October 9, 2006
Director of Media Relations
413/542-8417

AMHERST, Mass.—The Royal Swedish Academy of Sciences has awarded the 2006 Alfred Nobel Memorial Prize in Economic Sciences to Edmund S. Phelps, a 1955 graduate of Amherst College. The academy said in a statement that Phelps, a professor of political economy at Columbia University, “challenged the earlier view on the relationship between inflation and unemployment. He recognized that inflation does not only depend on unemployment but also on the expectations of firms and employees about price and wage increases.” “Amherst College is deeply honored by this recognition,” says Anthony W. Marx, the president of the college. “Ned Phelps is a brilliant scholar and a wonderful colleague.” Phelps is the fourth Nobel laureate from Amherst College: he joins Joseph E. Stiglitz ’64 (Economics 2001), Harold E. Varmus ’61 (Medicine, 1989) and Henry W. Kendall ’50 (Physics, 1990).

Phelps “has fundamentally altered our views on how the macroeconomy operates,” according to the Royal Swedish Academy.

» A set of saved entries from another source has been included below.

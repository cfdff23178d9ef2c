"""Every catalogued fault mode, one module each, registered here in catalog order.

To add one: a module with a ``FaultMode`` subclass (see ``base``), its instance in ``MODES``
below, its prior share in ``fieldtool.core.diagnosis.priors`` (with the source), a row in the
README's fault catalog, and an ngspice check that simulates the same fault. Bump
``fieldtool.core.diagnosis.dictionary.DICTIONARY_VERSION`` so old caches are rebuilt.
"""

from __future__ import annotations

from fieldtool.core.circuit.spec import Profile
from fieldtool.core.diagnosis.modes.base import BOARD_TARGETS, PART_KINDS, FaultMode
from fieldtool.core.diagnosis.modes.capacitor_esr import CapacitorEsr
from fieldtool.core.diagnosis.modes.capacitor_leaky import CapacitorLeaky
from fieldtool.core.diagnosis.modes.capacitor_lowcap import CapacitorLowCap
from fieldtool.core.diagnosis.modes.capacitor_open import CapacitorOpen
from fieldtool.core.diagnosis.modes.capacitor_short import CapacitorShort
from fieldtool.core.diagnosis.modes.diode_leaky import DiodeLeaky
from fieldtool.core.diagnosis.modes.diode_open import DiodeOpen
from fieldtool.core.diagnosis.modes.diode_short import DiodeShort
from fieldtool.core.diagnosis.modes.diode_weak import DiodeWeak
from fieldtool.core.diagnosis.modes.drive_low import DriveLow
from fieldtool.core.diagnosis.modes.drive_missing import DriveMissing
from fieldtool.core.diagnosis.modes.drive_stuck_high import DriveStuckHigh
from fieldtool.core.diagnosis.modes.drive_stuck_low import DriveStuckLow
from fieldtool.core.diagnosis.modes.load_heavy import LoadHeavy
from fieldtool.core.diagnosis.modes.supply_low import SupplyLow

__all__ = ["BOARD_TARGETS", "MODES", "PART_KINDS", "FaultMode", "find_mode", "modes_for"]

MODES: tuple[FaultMode, ...] = (
    DiodeOpen(),
    DiodeShort(),
    DiodeLeaky(),
    DiodeWeak(),
    CapacitorOpen(),
    CapacitorShort(),
    CapacitorLowCap(),
    CapacitorEsr(),
    CapacitorLeaky(),
    DriveStuckLow(),
    DriveStuckHigh(),
    DriveMissing(),
    DriveLow(),
    SupplyLow(),
    LoadHeavy(),
)


def find_mode(kind: str, name: str) -> FaultMode | None:
    """The catalogued mode of that name for that kind of target, or None."""
    return next((m for m in MODES if m.applies_to == kind and m.name == name), None)


def modes_for(profile: Profile, kind: str) -> tuple[FaultMode, ...]:
    """The modes one kind of target can have on this board."""
    return tuple(m for m in MODES if m.applies_to == kind and m.available(profile))
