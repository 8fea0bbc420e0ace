"""One writer per study: an exclusive ``flock`` on ``<study>.lock``, dropped by the OS when the
holder dies. HDF5's own lock is not used: it would make readers fail while a writer runs."""

from __future__ import annotations

import datetime as _dt
import fcntl
import os
import socket
from pathlib import Path

from elopt.optimizer.errors import StudyFileError


class WriterLock:
    """Exclusive ``flock`` on ``<study>.lock``; the OS drops it when the holder dies."""

    def __init__(self, study_path: Path) -> None:
        self.path = Path(str(study_path) + ".lock")
        self._fd: int | None = None

    def acquire(self, study_path: Path) -> None:
        while True:
            fd = os.open(self.path, os.O_RDWR | os.O_CREAT, 0o644)
            try:
                fcntl.flock(fd, fcntl.LOCK_EX | fcntl.LOCK_NB)
            except BlockingIOError:
                holder = _read_fd_text(fd)
                os.close(fd)
                raise StudyFileError(
                    f"{study_path}: another elopt process is writing this study ({holder}); "
                    "one writer at a time — wait for it to end (read it meanwhile with "
                    f"`elopt front {study_path}`)"
                ) from None
            # A holder that removed the lock file between our open and flock leaves us a lock
            # on an unlinked inode: only a lock on the inode the path names counts.
            try:
                same = os.fstat(fd).st_ino == os.stat(self.path).st_ino
            except FileNotFoundError:
                same = False
            if same:
                break
            os.close(fd)
        started = _dt.datetime.now().astimezone().isoformat(timespec="seconds")
        os.ftruncate(fd, 0)
        os.write(fd, f"pid {os.getpid()} on {socket.gethostname()} since {started}\n".encode())
        self._fd = fd

    def release(self) -> None:
        if self._fd is None:
            return
        try:
            os.unlink(self.path)
        except FileNotFoundError:
            pass
        os.close(self._fd)
        self._fd = None


def _read_fd_text(fd: int) -> str:
    try:
        os.lseek(fd, 0, os.SEEK_SET)
        text = os.read(fd, 300).decode("utf-8", "replace").strip()
    except OSError:
        text = ""
    return text or "holder unknown"
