@dataclass(frozen=True)
class DielectricModel:
    """Everything about a layout that does not depend on the refinement level."""

    layout: Layout
    geom: DielectricGeometry
    mesh_layout: Layout  # conductors with junction-graded curves
    chain_layouts: tuple[Layout, ...]
    size: float
    singular_junctions: np.ndarray  # (J, 2) the junctions whose density is singular
    loose: bool  # regular junctions graded like blunt corners (loose requests)

    @cached_property
    def conductor_pieces(self) -> tuple[tuple[np.ndarray, np.ndarray, np.ndarray], ...]:
        """Per conductor, per piece of its curve (level-independent): the media (P, 2) on the
        normal side and the other, the layer face it rests on (P,; NaN: none) and the arc
        length (P,) m from the curve's start to the piece's end."""
        out = []
        for cond in self.layout.conductors:
            pieces = cond.shape.pieces
            media = piece_media(
                self.geom, cond.shape, _normal_sign(cond.shape), f"conductor '{cond.name}'"
            )
            heights = [face_height(pc, self.layout.layer_stack, self.size) for pc in pieces]
            ends = np.cumsum([pc.length for pc in pieces])
            out.append((media, np.asarray(heights), ends))
        return tuple(out)


#: Mesh rule of loose requests (the homogeneous solver's COARSE_RULE would apply) for
#: layouts with regions but no layers: the conductors-only solves' ratio-8 grading, two steps at level 0 and one per
#: level, neighbours within a factor 8. Measured on the spindle probe with a spacer
#: (tests/benchmarks/bench_axi_dielectric.py): 128 + 256 unknowns against 164 + 328, the
#: level-1 error 0.32 times the change that estimates it; the dielectric honesty tests pass.
#: Without the conductors-only rule's mapped corner panels (the bound-charge rows and the
#: junction grading do not handle them).
REGION_COARSE_RULE = replace(CONDUCTOR_COARSE_RULE, mapped_steps=None)
#: Relative error of the conductor and bound-charge rows' entries with REGION_COARSE_RULE
#: (the homogeneous solve's COARSE_ENTRY_ERROR; 1e-8 otherwise), and the noise floors it sets
#: (capacitance, peak). Measured as the change against 1e-8 entries, levels 0-3, on the
#: published shell (docs/references.md item 11, eps_r 4) and the demo probe's spacer (eps_r 3
#: and 80): C moves by 5.7e-7 at level 0, 1.8e-7 at level 1, 6e-8 at level 2; the largest
#: surface charge density by 6.1e-6 (a bound on the peak field's change).
REGION_ENTRY_ERROR = COARSE_ENTRY_ERROR
REGION_ENTRY_FLOORS = (3e-7, 1e-5)
#: A junction exponent at least this is regular: the field stays finite there.
REGULAR_EXPONENT = 1.0 - 1e-6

Geoffrey R. Woglom, the Richard S. Volpert ’56 Professor of Economics at Amherst College, says Phelps’s work on “intertemporal tradeoffs in macroeconomic policy is still taught in the intermediate macroeconomics course at Amherst and at most other schools.” According to Woglom, Phelps “analyzed how the apparent tradeoff in the short run between lower unemployment at the cost of more inflation would disappear in the long run, and laid the groundwork for the New Classical revolution in macroeconomics, around 1975, which fundamentally changed the way economists analyze government stabilization policies.” This “Phelps-Friedman analysis” was co-developed independently in 1969 with Milton Friedman.

Woglom says that Phelps’s “earlier work in the theory of economic growth showed that increases in the savings rate typically would lead eventually to increases in consumption as economic growth raised income: you could trade off less consumption today for more in the future. But increasing the savings rate too much would lower consumption now and also in the future.

“Phelps was viewed as a major contributor to the theory of growth in the 1960s,” Woglom concludes, “and his ideas are used in analyzing current issues such as the reform of the Social Security system.”

Born in Evanston, Ill., Phelps earned a B.A. in economics from Amherst in 1955, and received M.A. (1956) and Ph.D. (1959) degrees from Yale University. He has taught at Columbia since 1971, where he directs the Center on Capitalism and Society.